_TASK INSTRUCTIONS_
Write out the whole listing exactly as it stands.

_RECORD EXCERPTS_
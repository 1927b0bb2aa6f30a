//! The farglow program.

fn main() {}
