import type { Scalar } from '../../../../shared/contracts';
import { ExpressionError, parseExpression, visitNames } from '../../../../shared/expressions';
import { isAmbiguous } from './number-text';

export interface ExpressionFault {
  readonly message: string;
  /** Offset of the character that caused it. */
  readonly position: number;
}

/** What is wrong with an expression and where; undefined for numbers and for what can be read. */
export function expressionFault(
  scalar: Scalar | undefined,
  names: ReadonlySet<string>,
): ExpressionFault | undefined {
  if (typeof scalar !== 'string' || scalar.trim() === '') return undefined;
  if (isAmbiguous(scalar)) {
    const comma = scalar.indexOf(',');
    return {
      message: `could mean ${scalar.replaceAll(',', '')} or ${scalar.replace(',', '.')}; write it without the comma`,
      position: comma,
    };
  }
  try {
    let fault: ExpressionFault | undefined;
    visitNames(parseExpression(scalar), (name, position) => {
      if (names.has(name)) return;
      fault ??= { message: `no parameter or definition is called ${name}`, position };
    });
    return fault;
  } catch (error) {
    if (!(error instanceof ExpressionError)) throw error;
    return { message: error.message, position: error.position };
  }
}
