import type { PathPart, Study } from '../../../../shared/contracts';

type Branch = Readonly<Record<PathPart, unknown>>;

function isBranch(value: unknown): value is Branch {
  return typeof value === 'object' && value !== null;
}

/** The value at a path; undefined where the study does not go so far. */
export function valueAt(study: Study, path: readonly PathPart[]): unknown {
  return path.reduce<unknown>(
    (value, part) => (isBranch(value) && Object.hasOwn(value, part) ? value[part] : undefined),
    study,
  );
}

/**
 * A new study with the value at the path; undefined takes the key away, an item of a list with the place it had. What the
 * path does not touch stays the same object.
 */
export function withValueAt(study: Study, path: readonly PathPart[], value: unknown): Study {
  return placed(study, path, value) as Study;
}

function placed(at: unknown, [part, ...rest]: readonly PathPart[], value: unknown): unknown {
  if (Array.isArray(at)) {
    const items: readonly unknown[] = at;
    if (rest.length === 0 && value === undefined) return items.filter((_, index) => index !== part);
    const item = rest.length === 0 ? value : placed(items[part as number], rest, value);
    return Object.assign([...items], { [part]: item });
  }
  const branch = isBranch(at) ? at : {};
  if (rest.length === 0 && value === undefined) {
    return Object.fromEntries(Object.entries(branch).filter(([key]) => key !== part));
  }
  return { ...branch, [part]: rest.length === 0 ? value : placed(branch[part], rest, value) };
}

_TASK ANSWER_
repository 1927b0bb2aa6f30a
//! The farglow program.

fn main() {}
import type { Scalar } from '../../../../shared/contracts';
import { ExpressionError, parseExpression, visitNames } from '../../../../shared/expressions';
import { isAmbiguous } from './number-text';

export interface ExpressionFault {
  readonly message: string;
  /** Offset of the character that caused it. */
  readonly position: number;
}

/** What is wrong with an expression and where; undefined for numbers and for what can be read. */
export function expressionFault(
  scalar: Scalar | undefined,
  names: ReadonlySet<string>,
): ExpressionFault | undefined {
  if (typeof scalar !== 'string' || scalar.trim() === '') return undefined;
  if (isAmbiguous(scalar)) {
    const comma = scalar.indexOf(',');
    return {
      message: `could mean ${scalar.replaceAll(',', '')} or ${scalar.replace(',', '.')}; write it without the comma`,
      position: comma,
    };
  }
  try {
    let fault: ExpressionFault | undefined;
    visitNames(parseExpression(scalar), (name, position) => {
      if (names.has(name)) return;
      fault ??= { message: `no parameter or definition is called ${name}`, position };
    });
    return fault;
  } catch (error) {
    if (!(error instanceof ExpressionError)) throw error;
    return { message: error.message, position: error.position };
  }
}
import type { PathPart, Study } from '../../../../shared/contracts';

type Branch = Readonly<Record<PathPart, unknown>>;

function isBranch(value: unknown): value is Branch {
  return typeof value === 'object' && value !== null;
}

/** The value at a path; undefined where the study does not go so far. */
export function valueAt(study: Study, path: readonly PathPart[]): unknown {
  return path.reduce<unknown>(
    (value, part) => (isBranch(value) && Object.hasOwn(value, part) ? value[part] : undefined),
    study,
  );
}

/**
 * A new study with the value at the path; undefined takes the key away, an item of a list with the place it had. What the
 * path does not touch stays the same object.
 */
export function withValueAt(study: Study, path: readonly PathPart[], value: unknown): Study {
  return placed(study, path, value) as Study;
}

function placed(at: unknown, [part, ...rest]: readonly PathPart[], value: unknown): unknown {
  if (Array.isArray(at)) {
    const items: readonly unknown[] = at;
    if (rest.length === 0 && value === undefined) return items.filter((_, index) => index !== part);
    const item = rest.length === 0 ? value : placed(items[part as number], rest, value);
    return Object.assign([...items], { [part]: item });
  }
  const branch = isBranch(at) ? at : {};
  if (rest.length === 0 && value === undefined) {
    return Object.fromEntries(Object.entries(branch).filter(([key]) => key !== part));
  }
  return { ...branch, [part]: rest.length === 0 ? value : placed(branch[part], rest, value) };
}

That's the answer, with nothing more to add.